■ WHAT NEEDS TO BE DONE ■
Give back every line of the material below that has the string "runs".

********************

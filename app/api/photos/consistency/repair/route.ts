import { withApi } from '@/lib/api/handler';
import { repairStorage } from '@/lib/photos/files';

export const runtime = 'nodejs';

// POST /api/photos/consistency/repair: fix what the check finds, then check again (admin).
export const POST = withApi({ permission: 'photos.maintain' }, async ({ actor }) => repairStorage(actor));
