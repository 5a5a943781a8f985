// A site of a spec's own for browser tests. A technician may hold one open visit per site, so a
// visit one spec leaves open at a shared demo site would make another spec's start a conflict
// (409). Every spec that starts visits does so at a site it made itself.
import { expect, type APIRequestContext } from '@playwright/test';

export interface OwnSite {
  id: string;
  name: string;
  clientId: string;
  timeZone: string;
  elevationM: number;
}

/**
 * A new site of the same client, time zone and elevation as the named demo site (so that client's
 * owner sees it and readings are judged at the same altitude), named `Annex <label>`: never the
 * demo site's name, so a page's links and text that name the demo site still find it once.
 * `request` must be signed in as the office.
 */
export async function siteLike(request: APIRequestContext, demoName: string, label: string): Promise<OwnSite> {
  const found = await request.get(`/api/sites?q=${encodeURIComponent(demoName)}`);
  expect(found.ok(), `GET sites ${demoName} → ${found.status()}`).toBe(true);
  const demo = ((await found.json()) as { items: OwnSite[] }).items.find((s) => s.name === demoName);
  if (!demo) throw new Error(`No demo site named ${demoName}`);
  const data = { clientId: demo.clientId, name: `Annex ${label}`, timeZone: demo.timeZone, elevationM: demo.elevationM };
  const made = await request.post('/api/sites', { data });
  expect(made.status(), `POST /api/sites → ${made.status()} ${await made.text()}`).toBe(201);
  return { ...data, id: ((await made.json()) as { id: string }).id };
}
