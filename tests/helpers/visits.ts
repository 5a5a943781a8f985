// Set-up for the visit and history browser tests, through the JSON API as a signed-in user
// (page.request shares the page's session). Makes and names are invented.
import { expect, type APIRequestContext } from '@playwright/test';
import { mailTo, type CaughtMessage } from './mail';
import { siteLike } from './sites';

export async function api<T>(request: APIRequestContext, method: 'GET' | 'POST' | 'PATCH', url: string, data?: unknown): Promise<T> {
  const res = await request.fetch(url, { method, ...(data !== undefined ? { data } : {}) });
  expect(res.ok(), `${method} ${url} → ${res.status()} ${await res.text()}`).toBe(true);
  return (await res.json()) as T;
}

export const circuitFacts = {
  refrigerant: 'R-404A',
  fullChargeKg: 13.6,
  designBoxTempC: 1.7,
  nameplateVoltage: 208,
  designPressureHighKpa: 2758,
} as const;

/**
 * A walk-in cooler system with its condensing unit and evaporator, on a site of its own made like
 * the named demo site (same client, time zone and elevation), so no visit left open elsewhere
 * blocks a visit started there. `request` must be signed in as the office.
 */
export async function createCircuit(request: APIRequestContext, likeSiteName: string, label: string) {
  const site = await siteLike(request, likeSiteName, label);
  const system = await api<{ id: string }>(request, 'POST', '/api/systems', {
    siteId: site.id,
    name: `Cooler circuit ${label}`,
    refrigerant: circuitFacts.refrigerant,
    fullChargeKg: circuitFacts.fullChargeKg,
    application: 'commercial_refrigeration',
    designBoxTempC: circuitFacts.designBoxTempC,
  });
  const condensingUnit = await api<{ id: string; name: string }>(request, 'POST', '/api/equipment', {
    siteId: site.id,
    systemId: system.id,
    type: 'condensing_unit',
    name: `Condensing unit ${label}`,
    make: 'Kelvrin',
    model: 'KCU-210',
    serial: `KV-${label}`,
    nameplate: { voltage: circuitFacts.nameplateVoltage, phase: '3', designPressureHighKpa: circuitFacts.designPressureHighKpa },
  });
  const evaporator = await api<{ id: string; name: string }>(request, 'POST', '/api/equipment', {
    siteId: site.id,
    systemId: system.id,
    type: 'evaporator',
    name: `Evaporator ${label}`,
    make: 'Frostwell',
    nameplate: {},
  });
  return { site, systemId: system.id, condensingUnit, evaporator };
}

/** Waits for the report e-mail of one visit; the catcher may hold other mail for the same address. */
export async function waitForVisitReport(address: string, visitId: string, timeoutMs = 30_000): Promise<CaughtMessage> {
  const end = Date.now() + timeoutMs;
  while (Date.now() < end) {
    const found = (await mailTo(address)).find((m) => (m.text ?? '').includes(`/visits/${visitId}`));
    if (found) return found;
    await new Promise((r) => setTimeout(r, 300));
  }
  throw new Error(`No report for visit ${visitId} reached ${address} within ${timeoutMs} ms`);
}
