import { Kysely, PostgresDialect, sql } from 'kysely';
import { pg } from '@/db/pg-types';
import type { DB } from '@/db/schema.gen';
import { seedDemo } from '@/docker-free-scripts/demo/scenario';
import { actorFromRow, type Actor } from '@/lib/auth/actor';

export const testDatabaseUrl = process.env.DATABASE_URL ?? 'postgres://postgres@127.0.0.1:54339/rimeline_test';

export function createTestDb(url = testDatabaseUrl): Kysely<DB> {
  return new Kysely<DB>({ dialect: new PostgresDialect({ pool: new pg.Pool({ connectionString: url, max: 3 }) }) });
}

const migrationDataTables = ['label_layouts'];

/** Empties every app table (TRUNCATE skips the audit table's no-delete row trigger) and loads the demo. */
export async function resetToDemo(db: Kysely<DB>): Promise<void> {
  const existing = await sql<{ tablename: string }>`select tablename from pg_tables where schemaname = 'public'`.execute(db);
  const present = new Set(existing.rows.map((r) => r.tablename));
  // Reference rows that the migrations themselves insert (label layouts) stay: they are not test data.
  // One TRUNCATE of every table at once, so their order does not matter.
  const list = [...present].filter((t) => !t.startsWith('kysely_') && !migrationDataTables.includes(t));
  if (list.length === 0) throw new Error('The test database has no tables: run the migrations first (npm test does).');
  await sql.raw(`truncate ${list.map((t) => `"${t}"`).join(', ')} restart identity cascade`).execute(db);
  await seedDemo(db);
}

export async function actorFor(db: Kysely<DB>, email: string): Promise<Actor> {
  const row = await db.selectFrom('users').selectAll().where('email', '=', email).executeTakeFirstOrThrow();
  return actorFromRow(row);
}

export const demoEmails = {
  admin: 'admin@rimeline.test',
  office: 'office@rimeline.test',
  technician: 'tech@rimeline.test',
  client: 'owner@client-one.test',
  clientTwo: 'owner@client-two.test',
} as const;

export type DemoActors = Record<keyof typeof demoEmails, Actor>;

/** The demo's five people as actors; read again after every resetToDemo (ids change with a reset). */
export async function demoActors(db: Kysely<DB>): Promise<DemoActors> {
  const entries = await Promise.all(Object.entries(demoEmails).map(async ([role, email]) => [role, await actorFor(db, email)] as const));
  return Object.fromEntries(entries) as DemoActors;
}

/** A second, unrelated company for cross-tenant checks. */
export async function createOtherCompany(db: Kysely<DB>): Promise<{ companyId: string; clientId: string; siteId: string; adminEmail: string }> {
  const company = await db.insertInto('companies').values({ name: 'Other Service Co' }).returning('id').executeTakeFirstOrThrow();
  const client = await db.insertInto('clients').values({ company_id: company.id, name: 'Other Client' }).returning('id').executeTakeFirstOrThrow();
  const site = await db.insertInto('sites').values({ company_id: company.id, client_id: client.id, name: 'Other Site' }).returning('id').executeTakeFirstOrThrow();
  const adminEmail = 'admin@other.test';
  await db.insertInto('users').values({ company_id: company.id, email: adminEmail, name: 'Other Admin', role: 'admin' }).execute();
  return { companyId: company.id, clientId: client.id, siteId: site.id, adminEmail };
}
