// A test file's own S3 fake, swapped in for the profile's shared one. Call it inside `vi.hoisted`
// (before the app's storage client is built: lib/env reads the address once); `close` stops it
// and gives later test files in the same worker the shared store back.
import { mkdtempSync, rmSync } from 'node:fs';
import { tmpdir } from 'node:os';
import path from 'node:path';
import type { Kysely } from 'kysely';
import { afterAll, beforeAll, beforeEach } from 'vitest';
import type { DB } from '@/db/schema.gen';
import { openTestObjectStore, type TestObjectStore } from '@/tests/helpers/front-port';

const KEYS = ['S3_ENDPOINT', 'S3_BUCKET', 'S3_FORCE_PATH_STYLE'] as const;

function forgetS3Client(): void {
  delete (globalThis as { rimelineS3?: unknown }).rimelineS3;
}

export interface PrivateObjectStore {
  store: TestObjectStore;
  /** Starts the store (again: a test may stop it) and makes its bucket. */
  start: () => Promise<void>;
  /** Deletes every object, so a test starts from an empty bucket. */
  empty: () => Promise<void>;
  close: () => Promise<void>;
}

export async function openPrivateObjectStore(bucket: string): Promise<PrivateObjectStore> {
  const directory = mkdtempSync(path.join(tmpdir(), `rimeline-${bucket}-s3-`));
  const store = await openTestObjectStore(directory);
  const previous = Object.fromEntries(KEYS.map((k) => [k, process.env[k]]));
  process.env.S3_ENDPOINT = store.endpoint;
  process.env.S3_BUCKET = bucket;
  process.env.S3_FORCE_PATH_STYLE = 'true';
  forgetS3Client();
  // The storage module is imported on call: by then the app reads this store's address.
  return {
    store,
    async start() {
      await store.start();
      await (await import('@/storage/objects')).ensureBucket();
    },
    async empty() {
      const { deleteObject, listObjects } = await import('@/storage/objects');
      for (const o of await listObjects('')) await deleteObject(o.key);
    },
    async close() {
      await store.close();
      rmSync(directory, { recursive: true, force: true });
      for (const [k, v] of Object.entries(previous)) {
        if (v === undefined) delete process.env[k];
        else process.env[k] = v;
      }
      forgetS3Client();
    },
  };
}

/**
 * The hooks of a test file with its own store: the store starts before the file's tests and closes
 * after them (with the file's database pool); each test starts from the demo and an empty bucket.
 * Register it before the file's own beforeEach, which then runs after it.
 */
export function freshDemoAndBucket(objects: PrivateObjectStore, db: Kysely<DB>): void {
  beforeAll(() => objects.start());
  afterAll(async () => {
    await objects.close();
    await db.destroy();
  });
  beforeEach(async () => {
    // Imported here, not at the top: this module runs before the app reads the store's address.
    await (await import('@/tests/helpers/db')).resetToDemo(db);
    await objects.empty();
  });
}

********************

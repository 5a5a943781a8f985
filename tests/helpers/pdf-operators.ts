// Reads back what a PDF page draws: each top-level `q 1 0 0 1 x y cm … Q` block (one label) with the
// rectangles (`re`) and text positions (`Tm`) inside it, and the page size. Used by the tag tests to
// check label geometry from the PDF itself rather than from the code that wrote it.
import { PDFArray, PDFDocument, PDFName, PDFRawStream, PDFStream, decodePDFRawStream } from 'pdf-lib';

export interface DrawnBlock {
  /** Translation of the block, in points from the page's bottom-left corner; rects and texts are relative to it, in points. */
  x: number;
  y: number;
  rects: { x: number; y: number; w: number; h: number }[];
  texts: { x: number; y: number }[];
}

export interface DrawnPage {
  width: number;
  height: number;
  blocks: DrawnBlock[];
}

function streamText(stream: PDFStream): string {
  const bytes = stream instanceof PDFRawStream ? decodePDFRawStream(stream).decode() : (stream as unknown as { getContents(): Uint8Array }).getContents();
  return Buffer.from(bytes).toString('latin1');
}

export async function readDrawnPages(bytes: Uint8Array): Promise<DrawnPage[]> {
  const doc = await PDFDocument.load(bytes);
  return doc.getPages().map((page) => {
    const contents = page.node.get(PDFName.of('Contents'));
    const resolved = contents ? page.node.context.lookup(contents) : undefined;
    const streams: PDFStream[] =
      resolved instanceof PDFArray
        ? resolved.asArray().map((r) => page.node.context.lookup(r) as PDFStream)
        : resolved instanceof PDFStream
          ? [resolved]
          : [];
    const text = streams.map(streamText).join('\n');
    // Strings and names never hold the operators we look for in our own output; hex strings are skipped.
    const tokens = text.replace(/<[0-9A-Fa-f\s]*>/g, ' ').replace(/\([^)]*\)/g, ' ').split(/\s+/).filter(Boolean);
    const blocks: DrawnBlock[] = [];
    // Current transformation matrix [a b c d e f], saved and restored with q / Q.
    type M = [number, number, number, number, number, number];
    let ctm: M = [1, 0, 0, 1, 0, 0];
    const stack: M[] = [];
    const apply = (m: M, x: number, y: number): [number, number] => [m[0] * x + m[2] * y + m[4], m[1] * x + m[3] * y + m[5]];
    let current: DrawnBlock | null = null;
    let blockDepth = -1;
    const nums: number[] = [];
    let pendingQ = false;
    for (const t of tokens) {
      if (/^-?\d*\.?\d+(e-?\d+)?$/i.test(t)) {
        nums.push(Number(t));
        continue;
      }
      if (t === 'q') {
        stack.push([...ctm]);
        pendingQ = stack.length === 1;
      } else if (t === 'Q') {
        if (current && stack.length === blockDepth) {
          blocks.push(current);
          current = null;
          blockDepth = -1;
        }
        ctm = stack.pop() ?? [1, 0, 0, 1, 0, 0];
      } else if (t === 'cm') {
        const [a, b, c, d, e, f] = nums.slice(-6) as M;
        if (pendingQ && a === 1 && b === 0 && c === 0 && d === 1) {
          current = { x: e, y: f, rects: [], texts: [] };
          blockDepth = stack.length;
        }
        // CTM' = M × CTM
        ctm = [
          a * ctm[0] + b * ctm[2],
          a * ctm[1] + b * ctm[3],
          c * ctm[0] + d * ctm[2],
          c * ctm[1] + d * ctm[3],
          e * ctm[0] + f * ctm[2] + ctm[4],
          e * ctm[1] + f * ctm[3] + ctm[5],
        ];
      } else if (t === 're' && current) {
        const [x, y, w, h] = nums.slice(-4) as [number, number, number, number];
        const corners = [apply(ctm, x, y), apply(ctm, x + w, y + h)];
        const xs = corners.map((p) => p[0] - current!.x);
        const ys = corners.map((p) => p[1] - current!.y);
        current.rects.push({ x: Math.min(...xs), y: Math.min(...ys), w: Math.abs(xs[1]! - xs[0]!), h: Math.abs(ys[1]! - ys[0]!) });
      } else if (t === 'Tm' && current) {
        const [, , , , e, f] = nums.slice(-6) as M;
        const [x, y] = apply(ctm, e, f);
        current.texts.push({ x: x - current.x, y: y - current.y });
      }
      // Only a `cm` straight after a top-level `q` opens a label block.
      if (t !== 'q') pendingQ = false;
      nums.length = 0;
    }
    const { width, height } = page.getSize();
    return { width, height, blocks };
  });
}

********************

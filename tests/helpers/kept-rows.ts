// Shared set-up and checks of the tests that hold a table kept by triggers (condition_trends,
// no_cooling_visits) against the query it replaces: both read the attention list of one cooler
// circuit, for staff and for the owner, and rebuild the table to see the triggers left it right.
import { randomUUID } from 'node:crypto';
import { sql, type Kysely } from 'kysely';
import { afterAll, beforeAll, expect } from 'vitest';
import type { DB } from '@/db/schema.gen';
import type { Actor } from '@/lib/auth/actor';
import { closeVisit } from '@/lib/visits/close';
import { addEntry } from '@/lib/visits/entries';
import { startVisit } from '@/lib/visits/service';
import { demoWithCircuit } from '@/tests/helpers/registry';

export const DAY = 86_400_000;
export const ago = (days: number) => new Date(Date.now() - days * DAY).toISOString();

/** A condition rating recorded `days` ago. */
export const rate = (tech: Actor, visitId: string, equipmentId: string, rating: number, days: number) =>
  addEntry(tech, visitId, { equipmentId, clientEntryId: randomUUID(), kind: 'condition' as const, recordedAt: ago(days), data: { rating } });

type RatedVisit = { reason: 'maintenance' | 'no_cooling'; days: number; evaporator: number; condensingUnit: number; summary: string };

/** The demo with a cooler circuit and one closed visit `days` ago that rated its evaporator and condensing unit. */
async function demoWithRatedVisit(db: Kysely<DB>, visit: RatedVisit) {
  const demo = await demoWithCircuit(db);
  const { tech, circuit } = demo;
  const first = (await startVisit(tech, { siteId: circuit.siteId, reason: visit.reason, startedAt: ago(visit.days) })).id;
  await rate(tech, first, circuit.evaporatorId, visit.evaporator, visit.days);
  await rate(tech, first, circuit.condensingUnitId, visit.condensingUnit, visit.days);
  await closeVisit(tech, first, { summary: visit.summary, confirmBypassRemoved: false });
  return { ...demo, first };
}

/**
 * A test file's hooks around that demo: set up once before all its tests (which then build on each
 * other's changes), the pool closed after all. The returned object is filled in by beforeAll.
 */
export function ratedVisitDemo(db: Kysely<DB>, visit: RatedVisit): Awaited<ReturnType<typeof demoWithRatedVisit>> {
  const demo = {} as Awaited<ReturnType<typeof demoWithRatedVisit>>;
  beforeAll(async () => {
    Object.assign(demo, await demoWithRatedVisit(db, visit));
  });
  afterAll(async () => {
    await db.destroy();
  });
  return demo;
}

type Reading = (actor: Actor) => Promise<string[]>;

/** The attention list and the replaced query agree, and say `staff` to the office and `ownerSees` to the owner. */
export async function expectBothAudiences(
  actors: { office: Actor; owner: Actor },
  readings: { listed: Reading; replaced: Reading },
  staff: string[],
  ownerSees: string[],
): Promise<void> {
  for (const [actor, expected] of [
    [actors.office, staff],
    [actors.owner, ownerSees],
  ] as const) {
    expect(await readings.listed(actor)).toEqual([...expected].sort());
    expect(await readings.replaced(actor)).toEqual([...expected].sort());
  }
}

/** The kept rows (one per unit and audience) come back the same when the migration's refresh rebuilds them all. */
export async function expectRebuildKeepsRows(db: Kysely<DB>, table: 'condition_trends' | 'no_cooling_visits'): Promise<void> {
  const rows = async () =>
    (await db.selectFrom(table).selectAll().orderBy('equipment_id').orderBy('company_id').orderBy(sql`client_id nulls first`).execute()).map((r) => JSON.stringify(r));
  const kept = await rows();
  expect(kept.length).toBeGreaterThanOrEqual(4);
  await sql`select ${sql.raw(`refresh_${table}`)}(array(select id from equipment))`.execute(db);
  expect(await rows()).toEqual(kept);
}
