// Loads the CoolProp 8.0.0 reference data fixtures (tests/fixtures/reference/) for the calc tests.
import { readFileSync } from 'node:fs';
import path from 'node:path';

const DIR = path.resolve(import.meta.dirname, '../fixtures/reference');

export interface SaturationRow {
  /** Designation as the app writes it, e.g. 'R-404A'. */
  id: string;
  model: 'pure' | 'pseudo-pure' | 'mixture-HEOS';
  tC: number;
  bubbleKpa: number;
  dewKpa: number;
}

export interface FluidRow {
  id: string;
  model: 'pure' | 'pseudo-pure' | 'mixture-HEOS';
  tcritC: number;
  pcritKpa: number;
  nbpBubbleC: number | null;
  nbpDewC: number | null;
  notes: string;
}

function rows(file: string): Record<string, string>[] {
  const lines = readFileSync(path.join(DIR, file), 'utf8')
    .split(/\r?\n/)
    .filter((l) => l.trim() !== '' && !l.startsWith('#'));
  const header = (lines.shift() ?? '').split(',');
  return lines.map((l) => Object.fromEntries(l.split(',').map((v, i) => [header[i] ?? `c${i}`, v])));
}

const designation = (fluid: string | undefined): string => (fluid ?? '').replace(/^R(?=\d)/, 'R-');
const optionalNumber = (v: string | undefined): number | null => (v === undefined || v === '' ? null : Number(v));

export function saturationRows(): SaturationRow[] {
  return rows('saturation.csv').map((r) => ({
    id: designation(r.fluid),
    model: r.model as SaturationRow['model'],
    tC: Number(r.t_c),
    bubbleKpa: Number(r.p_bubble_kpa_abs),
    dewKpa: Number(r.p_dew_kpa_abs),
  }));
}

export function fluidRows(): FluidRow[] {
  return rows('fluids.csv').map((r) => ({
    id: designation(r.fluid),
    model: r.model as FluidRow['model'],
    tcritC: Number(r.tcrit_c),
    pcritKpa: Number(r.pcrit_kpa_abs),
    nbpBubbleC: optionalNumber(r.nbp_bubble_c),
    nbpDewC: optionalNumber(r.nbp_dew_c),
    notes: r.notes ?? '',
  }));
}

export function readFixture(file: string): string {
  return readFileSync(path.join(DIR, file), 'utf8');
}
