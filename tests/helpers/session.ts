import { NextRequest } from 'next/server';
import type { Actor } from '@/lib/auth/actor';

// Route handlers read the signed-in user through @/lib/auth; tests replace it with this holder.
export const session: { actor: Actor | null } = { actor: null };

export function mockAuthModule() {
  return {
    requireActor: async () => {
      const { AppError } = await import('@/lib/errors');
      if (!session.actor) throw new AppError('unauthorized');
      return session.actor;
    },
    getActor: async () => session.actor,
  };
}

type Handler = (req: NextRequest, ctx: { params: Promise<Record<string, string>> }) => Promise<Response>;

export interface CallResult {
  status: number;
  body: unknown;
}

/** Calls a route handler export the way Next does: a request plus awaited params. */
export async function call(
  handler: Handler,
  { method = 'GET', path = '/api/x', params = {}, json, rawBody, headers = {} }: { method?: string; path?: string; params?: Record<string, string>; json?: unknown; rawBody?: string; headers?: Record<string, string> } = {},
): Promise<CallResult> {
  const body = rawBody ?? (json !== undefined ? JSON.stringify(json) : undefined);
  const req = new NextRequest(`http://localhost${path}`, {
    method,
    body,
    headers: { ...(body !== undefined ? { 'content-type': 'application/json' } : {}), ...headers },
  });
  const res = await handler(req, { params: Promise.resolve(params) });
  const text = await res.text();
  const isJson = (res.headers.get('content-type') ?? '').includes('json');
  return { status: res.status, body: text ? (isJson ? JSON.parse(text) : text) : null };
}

********************

■ YOUR SOLUTION ■
 * Register it before the file's own beforeEach, which then runs after it.
    // Imported here, not at the top: this module runs before the app reads the store's address.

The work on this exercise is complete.